Other measures include "urgently developing a locally led & coordinated, but nationally supported Find, Test, Trace, Isolate and Support programme in England".

And also mandatory testing for those who arrive from abroad, including follow-up tests and also enforceable quarantine.

Among the backers of the scheme is Professor Martin McKee, a public health expert at the London School of Hygiene and Tropical Medicine and a member of Independent SAGE.

He said: "The UK government's approach is based on a false choice or 'balance' between saving lives and protecting jobs and the economy.
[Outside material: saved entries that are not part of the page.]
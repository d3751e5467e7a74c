import type { Fit } from './fit/fit.ts';
import type { FlightManual } from './flight-manual/flight-manual.ts';

/**
 * An aeroplane's definition in SI: the same members as the JSON of the contract, bare numbers.
 *
 * Lengths m, areas m2, masses kg, speeds m/s, forces N, powers W, temperature differences K, angles rad, times s.
 * A member that may be absent is absent, never zero: what a method then assumes is said by whoever assumes it.
 */
export const categories = [
  'single-piston',
  'single-electric',
  'single-turboprop',
  'single-jet',
  'twin-piston',
  'twin-electric',
  'twin-turboprop',
  'twin-jet',
] as const;
export type Category = (typeof categories)[number];

export const certificationBases = ['cs-23-amendment-4', 'cs-23-commuter', 'cs-25', 'none'] as const;
export type CertificationBasis = (typeof certificationBases)[number];

/** Of the rules for a rejected takeoff of the transport category: that in force since amendment 25-92 of 1998, or the one before it. */
export const stopRules = ['current', 'before-1998'] as const;
export type StopRule = (typeof stopRules)[number];

export interface Aeroplane {
  readonly id: string;
  readonly revision: string;
  readonly name: string;
  readonly category: Category;
  readonly engines: number;
  /** the most passengers it is operated with; rules decide by it */
  readonly passengerSeats?: number;
  readonly certification: {
    readonly basis: CertificationBasis;
    readonly screenHeight: number;
    /** by which rule its accelerate-stop distances were found; transport category alone */
    readonly stopRule?: StopRule;
  };
  readonly masses: { readonly empty?: number; readonly maximumTakeoff: number; readonly maximumLanding?: number };
  readonly wing: Wing;
  readonly drag: { readonly zeroLiftCoefficient: number; readonly oswaldFactor: number };
  readonly configurations: Readonly<Record<string, Configuration>>;
  readonly propulsion: Propulsion;
  readonly wheels?: {
    readonly arrangement?: WheelArrangement;
    readonly tyrePressure?: number;
    readonly tyreSpeedLimit?: number;
    /** how many roll through what lies on the runway */
    readonly tyres?: number;
    readonly maximumTyreWidth?: number;
    readonly tyreDeflection?: number;
    /** fuselage behind the wheels that their spray wets [m] */
    readonly sprayLength?: number;
  };
  readonly brakes?: {
    readonly brakingFrictionCoefficient?: number;
    readonly loadFactor?: number;
    readonly antiSkid?: AntiSkid;
    readonly energyLimit?: number;
  };
  /** ground spoilers, out with the brakes in a rejected takeoff */
  readonly spoilers?: { readonly dragIncrementCoefficient: number };
  /** of the whole aeroplane, backwards [N], above a ground speed [m/s] */
  readonly reverseThrust?: { readonly thrust: number; readonly cutOffSpeed: number };
  readonly engineOut?: {
    readonly vmc?: number;
    readonly vmcg?: number;
    readonly dragIncrementCoefficient?: number;
    readonly propeller?: 'feathered' | 'windmilling' | 'stopped';
    /** the climb of an approach with one engine out: flap of a configuration, gear up */
    readonly approach?: {
      readonly configuration: string;
      readonly airDragIncrementCoefficient: number;
      /** over the stall speed of that configuration */
      readonly stallRatio?: number;
    };
  };
  readonly limitations?: {
    readonly demonstratedCrosswind?: number;
    readonly crosswind?: number;
    readonly tailwind?: number;
    readonly maximumTemperature?: number;
    readonly maximumPressureAltitude?: number;
  };
  readonly airspeedCalibration?: AirspeedCalibration;
  /** the manual's own figures, as printed */
  readonly flightManual?: FlightManual;
  /** what its physics was fitted to */
  readonly fit?: Fit;
}

export const antiSkids = ['none', 'on-off', 'quasi-modulating', 'fully-modulating'] as const;
export type AntiSkid = (typeof antiSkids)[number];

export const wheelArrangements = ['tricycle', 'tailwheel'] as const;
export type WheelArrangement = (typeof wheelArrangements)[number];

export interface Wing {
  readonly area: number;
  readonly span: number;
  /** quarter-chord of the mean chord above the runway [m] */
  readonly heightAboveGround: number;
  readonly taperRatio?: number;
  readonly sweep?: number;
}

/** Indicated and calibrated airspeed pairs [m/s], both rising. */
export interface AirspeedCalibration {
  readonly indicated: readonly number[];
  readonly calibrated: readonly number[];
}

/** A speed of the procedure: a ratio to the stall speed, or a calibrated airspeed at a mass. */
export type ScheduledSpeed =
  | { readonly kind: 'stall-ratio'; readonly ratio: number }
  | { readonly kind: 'cas'; readonly cas: number; readonly mass: number };

export type MaximumLift =
  | { readonly kind: 'coefficient'; readonly coefficient: number }
  | {
      readonly kind: 'stall-speed';
      readonly cas: number;
      readonly mass: number;
      /** 'minimum' is the older minimum speed in the manoeuvre, about 0.94 of the 1-g stall speed */
      readonly definition: 'one-g' | 'minimum';
    };

export interface Configuration {
  readonly for: readonly ('takeoff' | 'landing')[];
  /** flap deflection [rad] */
  readonly flap: number;
  readonly maximumLift: MaximumLift;
  readonly groundDragIncrementCoefficient?: number;
  readonly airDragIncrementCoefficient?: number;
  readonly groundLiftCoefficient?: number;
  readonly speeds?: {
    readonly rotation?: ScheduledSpeed;
    readonly liftOff?: ScheduledSpeed;
    readonly screen?: ScheduledSpeed;
    /** of a takeoff continued after an engine failure */
    readonly engineOutLiftOff?: ScheduledSpeed;
    readonly engineOutScreen?: ScheduledSpeed;
    readonly landingReference?: ScheduledSpeed;
    readonly touchdown?: ScheduledSpeed;
  };
  /** drag increments after the screen as gear and flap come up, each from a height above the runway on [m] */
  readonly climbOut?: readonly { readonly from: number; readonly airDragIncrementCoefficient: number }[];
  readonly rotationTime?: number;
  readonly pullUpLoadFactor?: number;
  /** what a rolling start takes over one from standing at full power [m] */
  readonly rollingStartAllowance?: number;
  readonly approachAngle?: number;
  readonly flareLoadFactor?: number;
  /** the approach angle holds the flare as it was fitted: the air distance is the arc alone, without float */
  readonly flareFitted?: boolean;
  /** (D - T)/W while floating */
  readonly floatDecelerationRatio?: number;
  readonly freeRollTime?: number;
  readonly idleThrust?: number;
}

/** How power or static thrust falls with altitude, temperature and moisture (members absent take the kind's defaults). */
export interface Lapse {
  readonly altitudeLapseCoefficient?: number;
  readonly temperatureExponent?: number;
  readonly humidityFactor?: number;
  readonly thrustFactor?: number;
}

/** Power, static thrust and measured thrust are of one engine. */
export type Propulsion = FixedPitch | ConstantSpeed | Turboprop | Jet | Electric | MeasuredThrust;

/** A setting below full power that the flight manual has figures for. */
export interface PowerSetting {
  /** of full power, or of full thrust where the definition gives thrust; at every altitude and temperature */
  readonly fullPowerRatio: number;
}

/** Settings by id; full power needs none. */
export interface PowerSettings {
  readonly powerSettings?: Readonly<Record<string, PowerSetting>>;
}

export interface FixedPitch extends Lapse, PowerSettings {
  readonly kind: 'fixed-pitch';
  readonly staticThrust: number;
  readonly propellerDiameter: number;
  /** |b| of the linear propeller polar; absent: 0.056 */
  readonly polarSlopeCoefficient?: number;
}
export interface Disc extends PowerSettings {
  readonly propellerDiameter: number;
  readonly profileFactor?: number;
  readonly inducedFactor?: number;
  /** a known static thrust of one engine caps the disc's [N] */
  readonly staticThrust?: number;
}
export interface ConstantSpeed extends Lapse, Disc {
  readonly kind: 'constant-speed';
  readonly power: number;
  readonly criticalAltitude?: number;
}
export interface Turboprop extends Disc {
  readonly kind: 'turboprop';
  readonly power: number;
  readonly flatRating?: number;
  readonly lapseExponent?: number;
  readonly thrustFactor?: number;
}
export interface Jet extends PowerSettings {
  readonly kind: 'jet';
  readonly staticThrust: number;
  readonly flatRating?: number;
  readonly bypassRatio?: number;
  readonly thrustFactor?: number;
}
export interface Electric extends Disc {
  readonly kind: 'electric';
  readonly power: number;
  readonly thrustFactor?: number;
}
export interface MeasuredThrust extends PowerSettings {
  readonly kind: 'measured';
  /** true airspeeds [m/s], rising, and the thrust of one engine at each [N] */
  readonly airspeeds: readonly number[];
  readonly thrusts: readonly number[];
  /** the density at which it was measured [kg/m3] */
  readonly density: number;
  readonly densityExponent: number;
  readonly thrustFactor?: number;
}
"This has given us the worst of all worlds, with some of the highest death rates and greatest decline in GDP anywhere.

"We are doing too little to break the chain of disease transmission while hitting people's jobs and incomes."

Dr Kit Yates, a mathematical biologist at the University of Bath, and Professor Karl Friston, a neuroscientist at University College London, also support the plan.

Backers in parliament include Liberal Democrats Layla Moran and Munira Wilson, Conservative Dr Dan Poulter, Labour's Clive Lewis, the SNP's Dr Philippa Whitford, and the Green party's Caroline Lucas.

Ms Moran said: "The Covid-Secure UK plan is based on the principle that by focusing on saving as many lives as possible in the immediate term, you will also save jobs and be able to open up the economy sustainably.

"The UK Government's current plan stops at 'getting R below 1' but says nothing about what should happen next, as we saw in the first wave.

"By not taking decisive action, this government is not saving as many lives as possible and also damaging the economy. We have a plan to change that."